Sent from my iPhone using Tapatalk


----------



## max42 (Nov 15, 2016)

I agree from the sound of all the cablecard issues that it may not be a TIVO box issue (but they are culpable in their design somehow) and that if I cannot get a suitable card in 7 tries then whats to say another 1 or even 50 new cards would be sufficient to find one that works. But regardless, if I can't find a working combination then the Tivo box is useless and I need to be able to return it for a full refriend.


----------



## s.pearce0188 (Nov 7, 2016)

max42 said:


> I agree from the sound of all the cablecard issues that it may not be a TIVO box issue (but they are culpable in their design somehow) and that if I cannot get a suitable card in 7 tries then whats to say another 1 or even 50 new cards would be sufficient to find one that works. But regardless, if I can't find a working combination then the Tivo box is useless and I need to be able to return it for a full refriend.

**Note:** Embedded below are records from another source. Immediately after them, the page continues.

import { AppError } from "@/domain/errors";

/** Share of a dose that is still to act when its duration of action has passed. */
export const REMAINING_AT_DURATION_FRACTION = 0.05;

/** The x > 0 at which (1 + x)e^-x is 0.05, computed by bisection. */
const TIME_CONSTANTS_TO_REMAINING = 4.743864518390578;

function assertTimes(minutes: number, durationMinutes: number): void {
  if (!(Number.isFinite(minutes) && minutes >= 0)) throw new AppError("INVALID_RANGE", `${minutes} minutes after a dose`);
  if (!(Number.isFinite(durationMinutes) && durationMinutes > 0)) {
    throw new AppError("INVALID_RANGE", `a duration of ${durationMinutes} minutes`);
  }
}

/**
 * Share of a dose still to act after a number of minutes, for two compartments
 * one after the other: (1 + t/T)e^(-t/T).
 *
 * @param timeConstantMinutes T; 55 min in the published model
 * @see Hovorka 2004, Physiol Meas 25:905, t_max,I = 55 min (from memory; settings.md 1.8)
 */
export function twoCompartmentOnBoardFraction(minutes: number, timeConstantMinutes: number): number {
  assertTimes(minutes, timeConstantMinutes);
  const x = minutes / timeConstantMinutes;
  return (1 + x) * Math.exp(-x);
}

/**
 * Insulin on board as a share of the dose, the two-compartment form stretched so
 * that 5 % is left at the duration of action (settings.md 1.8).
 *
 * The duration of a bolus calculator, of the straight line below and of this form
 * are three different numbers and are never copied into each other without a note.
 *
 * @returns 1 at the dose, 0.05 at the duration, towards 0 afterwards
 * @throws {AppError} INVALID_RANGE for a negative time or a duration that is not above zero
 */
export function insulinOnBoardFraction(minutes: number, durationOfActionMinutes: number): number {
  return twoCompartmentOnBoardFraction(minutes, durationOfActionMinutes / TIME_CONSTANTS_TO_REMAINING);
}

/**
 * The straight line, as a plain reference: 1 at the dose, 0 at the duration.
 *
 * @throws {AppError} INVALID_RANGE for a negative time or a duration that is not above zero
 */
export function linearOnBoardFraction(minutes: number, durationOfActionMinutes: number): number {
  assertTimes(minutes, durationOfActionMinutes);
  return Math.max(0, 1 - minutes / durationOfActionMinutes);
}
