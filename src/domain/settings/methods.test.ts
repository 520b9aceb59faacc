import { describe, expect, it } from "vitest";
import { fractionOf, toNumber } from "./fraction";
import { evaluateMethod } from "./method";
import { METHODS, methodById, methodsFor, valueOfMethod } from "./methods";
import { PROVENANCE } from "./provenance";

/** The reference person of settings.md 1.9: 80 kg, 176.37 lb, 40 U a day. */
const REFERENCE = {
  weightKg: fractionOf(80),
  weightPounds: fractionOf(176.37),
  injectionsDailyDose: fractionOf(40),
  pumpDailyDose: fractionOf(40),
  totalDailyDose: fractionOf(40),
  basalDailyDose: fractionOf(16),
  carbRatio: fractionOf(12.5),
};

const value = (id: string) => toNumber(valueOfMethod(id, REFERENCE));

describe("the published rules", () => {
  it.each([
    ["injections-0.75", 30],
    ["weight-0.5", 40],
    ["mean-of-two", 35],
    ["weight-0.23-pounds", 40.57],
    ["basal-0.30", 12],
    ["basal-0.345", 13.8],
    ["basal-0.40", 16],
    ["basal-0.476", 19.04],
    ["basal-0.50", 20],
    ["basal-0.2-per-kg", 16],
    ["basal-0.232-per-kg", 18.56],
    ["ratio-300-breakfast", 7.5],
    ["ratio-314", 7.85],
    ["ratio-217-plus-3", 8.43],
    ["ratio-400", 10],
    ["ratio-450", 11.25],
    ["ratio-2.6-pounds", 11.46],
    ["ratio-6-kg", 12],
    ["ratio-2.8-pounds", 12.35],
    ["ratio-500", 12.5],
    ["sensitivity-1500", 37.5],
    ["sensitivity-1076-plus-12", 38.9],
    ["sensitivity-1700", 42.5],
    ["sensitivity-1800", 45],
    ["sensitivity-1960", 49],
  ])("%s gives %s for the reference person (settings.md 1.9, computed there)", (id, expected) => {
    expect(Math.abs(value(id) - expected)).toBeLessThanOrEqual(0.00501);
  });

  it.each([
    ["sensitivity-1500", 2.08],
    ["sensitivity-1700", 2.36],
    ["sensitivity-1800", 2.5],
    ["sensitivity-1960", 2.72],
  ])("%s is %s mmol/L for one unit when divided by 18 (settings.md 1.6)", (id, expected) => {
    expect(value(id) / 18).toBeCloseTo(expected, 2);
  });

  it("has the kg form of 2.6 x pounds at 5.73 and of 2.8 x pounds at 6.17 (settings.md 1.5, computed there)", () => {
    expect((value("ratio-2.6-pounds") * 40) / 80).toBeCloseTo(5.73, 2);
    expect((value("ratio-2.8-pounds") * 40) / 80).toBeCloseTo(6.17, 2);
  });

  it("disagrees by design: 7.5 to 12.5 g/U for one person (settings.md, read this first, 2)", () => {
    const ratios = methodsFor("carbRatio", "adult").map(({ id }) => value(id));
    expect(Math.max(...ratios)).toBe(12.5);
    expect(Math.min(...ratios)).toBeLessThanOrEqual(7.5);
  });
});

describe("the table of rules", () => {
  it("has every id once", () => {
    const ids = METHODS.map(({ id }) => id);
    expect(new Set(ids).size).toBe(ids.length);
  });

  it.each(METHODS)("$id has words, a source and a known provenance", ({ label, source, provenance }) => {
    expect(label).not.toBe("");
    expect(source).not.toBe("");
    expect(Object.keys(PROVENANCE)).toContain(provenance);
  });

  it.each(METHODS)("$id gives a positive number for the reference person", (method) => {
    const result = evaluateMethod(method, REFERENCE);
    expect(result && toNumber(result)).toBeGreaterThan(0);
  });

  it("shows an adult none of the rules for children, pregnancy, type 2 or regular insulin", () => {
    const shown = methodsFor("carbRatio", "adult").map(({ id }) => id);
    expect(shown).not.toContain("ratio-300-child");
    expect(shown).not.toContain("ratio-365-type-2");
    expect(shown).not.toContain("ratio-450-regular");
  });

  it("leaves the three figures out whose original was not seen (settings.md 1.5)", () => {
    const constants = METHODS.flatMap(({ formula }) => formula.map(({ constant }) => constant));
    for (const constant of [301, 309, 317, 331, 362, 376]) expect(constants).not.toContain(constant);
  });

  it("gives no value while an input is missing", () => {
    expect(evaluateMethod(methodById("ratio-500"), {})).toBeNull();
    expect(() => valueOfMethod("ratio-500", {})).toThrow(expect.objectContaining({ code: "INVALID_INPUT" }));
  });

  it("does not know a rule that is in no table", () => {
    expect(() => methodById("ratio-1")).toThrow(expect.objectContaining({ code: "NOT_FOUND" }));
  });
});
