import { exactDailyBasalMilliUnits } from "./basal-total";
import { changeDirection } from "./change-direction";
import type { SettingFamily } from "./family";
import { toNumber } from "./fraction";
import type { GuardrailFacts, Spoken } from "./guardrail-facts";
import type { GuardrailLimits } from "./guardrail-table";

/** A device's own numbers have no known scale, so a percentage of them says nothing. */
function largestStepPercent({ difference }: GuardrailFacts, family?: SettingFamily): number {
  const steps = difference.changes
    .filter((change) => change.family !== "features" && (family === undefined || change.family === family))
    .flatMap(({ stepPercent }) => stepPercent ?? []);
  return Math.max(0, ...steps);
}

/** How large the step is. Above 20 % asks; for a basal rate above 10 % is mentioned. */
export function sizeGuardrails(facts: GuardrailFacts, limits: GuardrailLimits): Spoken[] {
  const largest = largestStepPercent(facts);
  const largestBasal = largestStepPercent(facts, "basal");
  const percentOf = (step: number) => ({ percent: Number(step.toFixed(1)) });
  if (largest > limits.askStepPercent) return [{ code: "too-big", severity: "asks", values: percentOf(largest) }];
  if (largestBasal <= limits.informBasalStepPercent) return [];
  return [{ code: "too-big", severity: "informs", values: percentOf(largestBasal) }];
}

/** More insulin after lows, or less of it with ketones about. */
export function riskGuardrails(facts: GuardrailFacts, limits: GuardrailLimits): Spoken[] {
  const direction = changeDirection(facts.difference);
  const spoken: Spoken[] = [];
  const isStronger = direction === "stronger" || direction === "mixed";
  if (isStronger && (facts.lowFractionOfLast3Days ?? 0) >= limits.lowFraction) {
    spoken.push({ code: "stronger-after-lows", severity: "asks", tellsEducator: true });
  }
  const isWeaker = direction === "weaker" || direction === "mixed";
  if (isWeaker && (facts.highestKetonesMmolOfLast24Hours ?? 0) >= limits.ketonesMmol) {
    spoken.push({ code: "weaker-and-ketones", severity: "asks" });
  }
  return spoken;
}

/** The share of basal insulin in a day, once the proposal is in effect. */
export function shareGuardrails(facts: GuardrailFacts, limits: GuardrailLimits): Spoken[] {
  const { proposed, totalDailyDoseUnits } = facts;
  if (totalDailyDoseUnits === null || totalDailyDoseUnits <= 0) return [];
  const { basalShareLowPercent: low, basalShareHighPercent: high } = limits;
  // Milli-units over units x 10 is a percentage.
  const percent = toNumber(exactDailyBasalMilliUnits(proposed.basal)) / (totalDailyDoseUnits * 10);
  if (percent >= low && percent <= high) return [];
  return [{ code: "basal-share", severity: "informs", values: { percent: Number(percent.toFixed(1)), low, high } }];
}
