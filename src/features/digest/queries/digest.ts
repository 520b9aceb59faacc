import "server-only";
import { z } from "zod";
import { findAccount } from "@/db/repositories/accounts";
import { findDigestPreference } from "@/db/repositories/digest-preferences";
import { authorize } from "@/domain/access/policy";
import { addDays } from "@/domain/day-start";
import type { DigestBasis } from "@/domain/digest/basis";
import { buildDigest } from "@/domain/digest/build-digest";
import type { Digest, FindingOf, JournalWeek } from "@/domain/digest/week";
import { AppError } from "@/domain/errors";
import { findActor } from "@/lib/actor";
import type { Context } from "@/lib/context";
import { journalWeek } from "./journal-week";

const digestInput = z.object({ userId: z.uuid(), today: z.iso.date() });

export type ComposedDigest = Readonly<{ digest: Digest; basis: DigestBasis; toAddress: string; displayName: string }>;

/**
 * The week before `today` as one reader would get it: for the weekly job, or
 * for the reader who wants to see their own.
 *
 * @param input.today the civil day, in the reader's zone, on which it is written; it tells of the seven before
 * @returns `null` when the reader has switched it off, left, or has no notebook to be told of
 * @throws {AppError} FORBIDDEN for somebody else's digest
 */
export async function composeDigest(
  ctx: Context,
  input: z.input<typeof digestInput>,
  findingOf: FindingOf,
): Promise<ComposedDigest | null> {
  const { userId, today } = digestInput.parse(input);
  authorize(ctx.actor, ctx.actor.type === "user" ? "digest.choose" : "digest.send");
  if (ctx.actor.type === "user" && ctx.actor.userId !== userId) throw new AppError("FORBIDDEN", "somebody else's digest");

  const reader = await findActor(ctx.db, userId, ctx.now());
  const account = await findAccount(ctx.db, userId);
  const { level } = await findDigestPreference(ctx.db, userId);
  if (!account || reader.type !== "user" || !reader.isEmailVerified || level === "off") return null;

  const span = { from: addDays(today, -7), to: addDays(today, -1), today };
  const weeks: JournalWeek[] = [];
  for (const grant of reader.grants) {
    const week = await journalWeek(ctx, { reader, readerZone: account.timeZone, grant, ...span, areFindingsWanted: level !== "links" }, findingOf);
    if (week) weeks.push(week);
  }
  const journals = weeks.toSorted((a, b) => a.ownerName.localeCompare(b.ownerName) || a.name.localeCompare(b.name));
  const digest = buildDigest({ level, unit: account.glucoseUnit, ...span, journals });
  return digest && { digest, basis: { level, grants: reader.grants }, toAddress: account.email, displayName: account.displayName };
}
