import { methodTable, type Method } from "./method";

const PMC10563601_TABLE_3 = "PMC10563601, table 3";
const DIABETES_CARE_STANDARDS = "Diabetes Care standards of care 2018, section 8 (41 S1:S73)";
const INSULIN_THERAPY_TEXTBOOK = "insulin-therapy textbook chapter, step 3";
const STANDARDS_OF_CARE = "standards of care";

/**
 * Total daily dose from body weight, adults: settings.md 1.1. U a day.
 */
export const DOSE_BY_WEIGHT_METHODS: ReadonlyArray<Method> = methodTable("totalDailyDose", [
  ["weight-0.5", "0.5 U for each kg", [{ constant: 0.5, times: ["weightKg"] }], "adult", PMC10563601_TABLE_3, "R"],
  ["weight-0.23-pounds", "0.23 U for each pound", [{ constant: 0.23, times: ["weightPounds"] }], "adult", PMC10563601_TABLE_3, "R"],
  ["weight-0.4", "0.4 U for each kg, low end of 0.4 to 1.0", [{ constant: 0.4, times: ["weightKg"] }], "adult", DIABETES_CARE_STANDARDS, "R"],
  ["weight-1.0", "1.0 U for each kg, high end of 0.4 to 1.0", [{ constant: 1, times: ["weightKg"] }], "adult", DIABETES_CARE_STANDARDS, "R"],
  ["weight-pounds-over-4", "pounds divided by 4", [{ constant: 1, times: ["weightPounds"], dividedBy: 4 }], "adult",
    "diabetes teaching-centre leaflet", "S"],
  ["weight-0.3-active", "0.3 U for each kg, active and lean, or new onset", [{ constant: 0.3, times: ["weightKg"] }], "adult",
    INSULIN_THERAPY_TEXTBOOK, "R"],
  ["weight-0.5-sedentary", "0.5 U for each kg, sedentary", [{ constant: 0.5, times: ["weightKg"] }], "adult", INSULIN_THERAPY_TEXTBOOK, "R"],
  ["weight-0.6-large-meals", "0.6 U for each kg, large meals", [{ constant: 0.6, times: ["weightKg"] }], "adult", INSULIN_THERAPY_TEXTBOOK, "R"],
  ["weight-0.2-residual", "0.2 U for each kg, own insulin still made, low end", [{ constant: 0.2, times: ["weightKg"] }], "adult",
    STANDARDS_OF_CARE, "M"],
  ["weight-0.6-residual", "0.6 U for each kg, own insulin still made, high end", [{ constant: 0.6, times: ["weightKg"] }], "adult",
    STANDARDS_OF_CARE, "M"],
]);
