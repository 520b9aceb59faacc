import { describe, expect, it } from "vitest";
import { backUpDoses } from "./fallback";
import { EXAMPLE_PROFILE } from "./profile.fixture";

const flat = (milliUnitsPerHour: number) => [{ startMinute: 0, milliUnitsPerHour }];
const rows = (...args: Parameters<typeof backUpDoses>) => backUpDoses(...args).map(({ id, units }) => [id, units]);

describe("back-up doses", () => {
  it("show all published variants: 18 U of basal, 42 U a day", () => {
    expect(rows(flat(750), 42)).toEqual([
      ["back-up-1.0", 18],
      ["back-up-1.2", 21.6],
      ["back-up-sixth", 7],
    ]);
  });

  it("count blocks, not an average rate: 4 x 0.5 + 18 x 0.65 + 2 x 0.55 = 14.8 U", () => {
    expect(rows(EXAMPLE_PROFILE.basal, null)).toEqual([
      ["back-up-1.0", 14.8],
      ["back-up-1.2", 17.76],
    ]);
  });

  it("carry source, provenance and what kind of dose they are", () => {
    for (const row of backUpDoses(flat(750), 42)) {
      expect(row).toMatchObject({ provenance: "R" });
      expect(row.source).not.toBe("");
      expect(row).not.toHaveProperty("formula");
    }
    expect(backUpDoses(flat(750), 42).map(({ kind }) => kind)).toEqual([
      "long-acting-per-day",
      "long-acting-per-day",
      "rapid-every-4-hours",
    ]);
  });
});
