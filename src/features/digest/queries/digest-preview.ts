import "server-only";
import { findAccount } from "@/db/repositories/accounts";
import { findDigestPreference } from "@/db/repositories/digest-preferences";
import { authorize, requireUser } from "@/domain/access/policy";
import { isoDayOf } from "@/domain/iso-day";
import type { DigestPreference } from "@/domain/digest/preference";
import type { Digest, FindingOf } from "@/domain/digest/week";
import type { Context } from "@/lib/context";
import { composeDigest } from "./digest";

/** What the signed-in reader chose, and the week up to today as the mail would tell it; no digest when switched off. */
export async function digestPreview(
  ctx: Context,
  findingOf: FindingOf,
): Promise<{ preference: DigestPreference; digest: Digest | null; timeZone: string }> {
  authorize(ctx.actor, "digest.choose");
  const { userId } = requireUser(ctx.actor);
  const timeZone = (await findAccount(ctx.db, userId))?.timeZone ?? "UTC";
  const preference = await findDigestPreference(ctx.db, userId);
  const composed = await composeDigest(ctx, { userId, today: isoDayOf(ctx.now(), timeZone) }, findingOf);
  return { preference, digest: composed?.digest ?? null, timeZone };
}
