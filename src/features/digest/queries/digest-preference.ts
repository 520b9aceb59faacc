import "server-only";
import { findDigestPreference } from "@/db/repositories/digest-preferences";
import { authorize, requireUser } from "@/domain/access/policy";
import type { DigestPreference } from "@/domain/digest/preference";
import type { Context } from "@/lib/context";

/** What the signed-in reader chose about mail. */
export async function digestPreference(ctx: Context): Promise<DigestPreference> {
  authorize(ctx.actor, "digest.choose");
  return findDigestPreference(ctx.db, requireUser(ctx.actor).userId);
}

I agree , if you can't get a working CableCARD within reason definitely not worth keeping the TiVo and wasting money on it . Would definitely get a refund, unfortunately it may be your provider who has issues as well, some just don't understand what to do to even pair it let alone troubleshoot them just my 2 cents

Sent from my iPhone using Tapatalk


----------



## randy1649 (Apr 18, 2011)

From what the op said, it is clearly a "de-activation" issue, not an activation issue.
The card(s) are still linked to the previous units.
Before activating in a new or different unit, the card must be properly deactivated from the old unit.
The cable co needs to do that.
It must be an involved process because they usually screw deactivation up. Or think it has been deactivated while it actually has not.
And I wonder if this is a tivo issue too on tivo's side with the card still linked to your tivo/tivo account units mac address.


----------



## max42 (Nov 15, 2016)

Deactivation doesn't make sense to me but I'll suggest that when I get the replacement Tivo.


----------



## s.pearce0188 (Nov 7, 2016)

The issue with activation and deactivation if I have read and understand correctly is that TiVo communication is one way downstream, so CMTS would have no idea if the card is actually deactivated or activated on their end since the CableCARD doesn't do upstream communication 


Sent from my iPhone using Tapatalk


----------



## lessd (Jan 23, 2005)

I just installed a Bolt + for a friend, took the cable card out of his TiVo Premiere and was real concerned when I could not get any of the network stations, called Comcast for a pair job, they could not do it, went to the Comcast store and exchange the cable card for a new one, did not work, had a Comcast service out to his home, they tried two cards, nothing worked, the Comcast tech said the Bolt + was bad, put the 4th cable card back into the Premiere, worked great. After a little augment with TiVo CS TiVo sent him a new Bolt +, moved the All-in onto this new Bolt +. I set up this new Bolt+ and moved the cable card from the Premiere and within about 3 minutes I was getting the network stations, called Comcast cable card people and another few minutes the VAL went from ? to V. All stations then came in. Over the years I have installed some 20 or more cable card TiVos and never had a problem like this. Sorry for the long post, but some Bolt + may have cable card problems. (he did send back the old Bolt + to TiVo)


----------



## inlanikai (Nov 19, 2016)

I am going through something similar. I had one of the first Bolt+ units delivered a few days after they went on the market. After about 5 weeks it died - all 4 LED lights blinking and wouldn't pass the boot up cycle (sound familiar?). After sending it back to TiVo and getting a new one, also from the same August production as the first, I cannot get any channel at all on it, just V53 errors and black screens.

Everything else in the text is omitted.